EXERCISE:
Among the lines of data below, reproduce only those from the one with "gives one. */" through the one with "are not. */", exactly as they stand, both ends included.

(EXTRACTED MATERIAL)

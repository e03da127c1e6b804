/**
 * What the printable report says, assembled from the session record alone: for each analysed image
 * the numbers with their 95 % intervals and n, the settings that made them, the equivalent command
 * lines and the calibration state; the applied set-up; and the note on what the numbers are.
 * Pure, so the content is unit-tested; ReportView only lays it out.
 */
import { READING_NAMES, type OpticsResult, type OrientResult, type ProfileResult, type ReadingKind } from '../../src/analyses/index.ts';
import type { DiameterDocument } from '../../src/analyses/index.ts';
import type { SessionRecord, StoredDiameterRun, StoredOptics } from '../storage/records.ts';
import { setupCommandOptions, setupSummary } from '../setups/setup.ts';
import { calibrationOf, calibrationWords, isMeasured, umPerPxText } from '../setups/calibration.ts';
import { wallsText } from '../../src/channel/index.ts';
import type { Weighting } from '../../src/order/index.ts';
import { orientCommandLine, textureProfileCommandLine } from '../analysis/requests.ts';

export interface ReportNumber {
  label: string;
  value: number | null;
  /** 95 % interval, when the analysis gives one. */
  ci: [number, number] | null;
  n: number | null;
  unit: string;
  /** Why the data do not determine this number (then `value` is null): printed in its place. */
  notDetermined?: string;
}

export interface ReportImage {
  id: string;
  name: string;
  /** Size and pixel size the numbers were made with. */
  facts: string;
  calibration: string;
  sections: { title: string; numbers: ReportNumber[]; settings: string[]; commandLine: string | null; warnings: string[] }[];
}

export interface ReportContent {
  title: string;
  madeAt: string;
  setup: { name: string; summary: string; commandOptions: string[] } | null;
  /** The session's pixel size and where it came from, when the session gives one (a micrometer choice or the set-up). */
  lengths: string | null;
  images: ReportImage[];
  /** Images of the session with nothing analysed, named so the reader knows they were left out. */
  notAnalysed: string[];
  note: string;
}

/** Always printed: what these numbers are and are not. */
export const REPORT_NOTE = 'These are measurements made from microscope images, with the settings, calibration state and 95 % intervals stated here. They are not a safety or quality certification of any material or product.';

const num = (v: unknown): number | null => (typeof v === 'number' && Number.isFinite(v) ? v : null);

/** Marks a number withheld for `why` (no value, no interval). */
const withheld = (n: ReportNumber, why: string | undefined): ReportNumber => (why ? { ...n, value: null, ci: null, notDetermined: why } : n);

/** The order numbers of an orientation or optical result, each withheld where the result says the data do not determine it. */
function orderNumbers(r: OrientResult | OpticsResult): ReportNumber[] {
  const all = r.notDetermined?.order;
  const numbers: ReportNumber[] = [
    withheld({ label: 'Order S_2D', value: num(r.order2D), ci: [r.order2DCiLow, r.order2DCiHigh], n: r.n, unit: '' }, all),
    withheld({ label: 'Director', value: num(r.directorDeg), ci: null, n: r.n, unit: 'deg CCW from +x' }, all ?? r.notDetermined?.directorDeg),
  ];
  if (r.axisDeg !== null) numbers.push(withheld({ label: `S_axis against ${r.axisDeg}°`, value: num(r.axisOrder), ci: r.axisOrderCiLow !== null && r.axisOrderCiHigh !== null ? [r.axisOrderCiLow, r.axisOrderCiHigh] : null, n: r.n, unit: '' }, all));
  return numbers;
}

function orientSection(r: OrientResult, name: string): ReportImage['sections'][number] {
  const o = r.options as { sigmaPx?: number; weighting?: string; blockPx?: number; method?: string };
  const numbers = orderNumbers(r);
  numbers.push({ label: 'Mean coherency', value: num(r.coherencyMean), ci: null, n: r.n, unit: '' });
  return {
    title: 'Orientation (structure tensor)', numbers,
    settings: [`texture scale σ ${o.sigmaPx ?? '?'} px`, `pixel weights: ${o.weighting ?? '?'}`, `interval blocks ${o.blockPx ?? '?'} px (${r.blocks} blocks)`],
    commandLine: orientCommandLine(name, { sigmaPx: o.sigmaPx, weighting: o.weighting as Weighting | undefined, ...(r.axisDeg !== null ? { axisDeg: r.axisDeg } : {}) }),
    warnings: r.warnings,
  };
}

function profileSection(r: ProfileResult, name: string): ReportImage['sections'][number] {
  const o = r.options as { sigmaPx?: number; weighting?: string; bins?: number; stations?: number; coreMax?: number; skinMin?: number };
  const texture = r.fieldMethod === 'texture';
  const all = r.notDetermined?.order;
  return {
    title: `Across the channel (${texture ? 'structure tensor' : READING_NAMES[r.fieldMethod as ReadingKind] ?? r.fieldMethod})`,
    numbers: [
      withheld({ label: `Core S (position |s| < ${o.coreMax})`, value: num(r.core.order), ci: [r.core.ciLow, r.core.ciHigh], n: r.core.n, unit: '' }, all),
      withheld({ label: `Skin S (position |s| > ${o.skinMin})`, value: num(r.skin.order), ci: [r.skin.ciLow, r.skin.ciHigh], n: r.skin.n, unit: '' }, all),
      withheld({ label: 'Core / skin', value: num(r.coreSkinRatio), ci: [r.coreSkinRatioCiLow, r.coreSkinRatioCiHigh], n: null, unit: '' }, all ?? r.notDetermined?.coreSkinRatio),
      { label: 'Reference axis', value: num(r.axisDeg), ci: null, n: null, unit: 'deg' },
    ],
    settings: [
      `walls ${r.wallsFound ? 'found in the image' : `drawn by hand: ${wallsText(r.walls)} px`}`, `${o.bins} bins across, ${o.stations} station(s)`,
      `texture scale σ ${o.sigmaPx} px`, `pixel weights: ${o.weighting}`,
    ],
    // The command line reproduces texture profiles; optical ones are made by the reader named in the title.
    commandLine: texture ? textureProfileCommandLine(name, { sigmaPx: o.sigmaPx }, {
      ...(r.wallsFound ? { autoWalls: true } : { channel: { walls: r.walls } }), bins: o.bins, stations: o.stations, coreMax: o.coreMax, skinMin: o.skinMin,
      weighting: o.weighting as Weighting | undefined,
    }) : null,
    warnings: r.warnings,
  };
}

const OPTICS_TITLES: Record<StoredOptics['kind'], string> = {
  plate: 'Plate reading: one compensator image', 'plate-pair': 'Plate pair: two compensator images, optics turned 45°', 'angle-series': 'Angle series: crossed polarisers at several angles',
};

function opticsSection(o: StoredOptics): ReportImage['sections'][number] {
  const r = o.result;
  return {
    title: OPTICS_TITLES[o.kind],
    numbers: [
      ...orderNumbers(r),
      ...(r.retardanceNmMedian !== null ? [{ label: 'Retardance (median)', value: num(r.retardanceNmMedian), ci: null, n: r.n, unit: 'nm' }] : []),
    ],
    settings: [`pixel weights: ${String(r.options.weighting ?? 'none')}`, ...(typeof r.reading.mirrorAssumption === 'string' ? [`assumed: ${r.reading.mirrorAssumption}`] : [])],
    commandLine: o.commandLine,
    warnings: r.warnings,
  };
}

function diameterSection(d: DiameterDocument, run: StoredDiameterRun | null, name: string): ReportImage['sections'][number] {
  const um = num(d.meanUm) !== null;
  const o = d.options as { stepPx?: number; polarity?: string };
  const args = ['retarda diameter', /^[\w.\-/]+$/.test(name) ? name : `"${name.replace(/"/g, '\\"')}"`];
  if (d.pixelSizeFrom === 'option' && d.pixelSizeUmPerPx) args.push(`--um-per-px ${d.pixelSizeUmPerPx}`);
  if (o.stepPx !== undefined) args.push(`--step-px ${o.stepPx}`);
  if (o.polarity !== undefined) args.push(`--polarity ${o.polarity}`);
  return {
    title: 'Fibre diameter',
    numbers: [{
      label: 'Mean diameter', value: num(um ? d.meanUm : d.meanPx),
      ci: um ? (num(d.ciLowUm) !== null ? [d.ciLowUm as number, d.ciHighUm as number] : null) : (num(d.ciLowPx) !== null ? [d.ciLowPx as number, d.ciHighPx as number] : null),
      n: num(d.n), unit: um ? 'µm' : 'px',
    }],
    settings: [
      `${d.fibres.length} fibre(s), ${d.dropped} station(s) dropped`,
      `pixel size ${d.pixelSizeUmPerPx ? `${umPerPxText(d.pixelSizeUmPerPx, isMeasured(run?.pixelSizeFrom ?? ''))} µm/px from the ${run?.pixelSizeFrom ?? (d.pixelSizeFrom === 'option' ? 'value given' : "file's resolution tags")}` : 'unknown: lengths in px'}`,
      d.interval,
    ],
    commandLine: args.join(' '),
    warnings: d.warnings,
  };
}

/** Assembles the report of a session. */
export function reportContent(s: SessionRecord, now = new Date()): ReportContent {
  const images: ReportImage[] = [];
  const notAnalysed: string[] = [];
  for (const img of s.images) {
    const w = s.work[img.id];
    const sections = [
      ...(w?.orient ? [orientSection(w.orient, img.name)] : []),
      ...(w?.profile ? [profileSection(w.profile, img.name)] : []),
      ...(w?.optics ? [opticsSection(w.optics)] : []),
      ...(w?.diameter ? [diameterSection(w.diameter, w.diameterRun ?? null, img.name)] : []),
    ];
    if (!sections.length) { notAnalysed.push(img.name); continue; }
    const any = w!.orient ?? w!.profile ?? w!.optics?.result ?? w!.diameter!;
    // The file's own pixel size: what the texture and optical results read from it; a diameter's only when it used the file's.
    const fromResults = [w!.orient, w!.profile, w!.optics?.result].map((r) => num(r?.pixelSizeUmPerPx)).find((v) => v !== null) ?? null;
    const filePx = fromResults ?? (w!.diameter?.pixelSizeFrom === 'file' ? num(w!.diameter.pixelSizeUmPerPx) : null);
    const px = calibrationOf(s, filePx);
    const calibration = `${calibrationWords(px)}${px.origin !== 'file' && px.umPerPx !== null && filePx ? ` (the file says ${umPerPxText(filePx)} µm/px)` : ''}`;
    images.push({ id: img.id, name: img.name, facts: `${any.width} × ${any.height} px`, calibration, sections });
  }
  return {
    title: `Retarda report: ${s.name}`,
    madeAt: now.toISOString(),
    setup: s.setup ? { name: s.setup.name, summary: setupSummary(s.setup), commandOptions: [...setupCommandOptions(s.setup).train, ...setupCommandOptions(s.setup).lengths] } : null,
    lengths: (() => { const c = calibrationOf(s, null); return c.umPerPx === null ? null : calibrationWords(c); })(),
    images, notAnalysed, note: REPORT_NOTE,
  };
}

(End EXTRACTED MATERIAL)

ANSWER SPACE:
  /** 95 % interval, when the analysis gives one. */
  ci: [number, number] | null;
  n: number | null;
  unit: string;
  /** Why the data do not determine this number (then `value` is null): printed in its place. */
  notDetermined?: string;
}

export interface ReportImage {
  id: string;
  name: string;
  /** Size and pixel size the numbers were made with. */
  facts: string;
  calibration: string;
  sections: { title: string; numbers: ReportNumber[]; settings: string[]; commandLine: string | null; warnings: string[] }[];
}

export interface ReportContent {
  title: string;
  madeAt: string;
  setup: { name: string; summary: string; commandOptions: string[] } | null;
  /** The session's pixel size and where it came from, when the session gives one (a micrometer choice or the set-up). */
  lengths: string | null;
  images: ReportImage[];
  /** Images of the session with nothing analysed, named so the reader knows they were left out. */
  notAnalysed: string[];
  note: string;
}

/** Always printed: what these numbers are and are not. */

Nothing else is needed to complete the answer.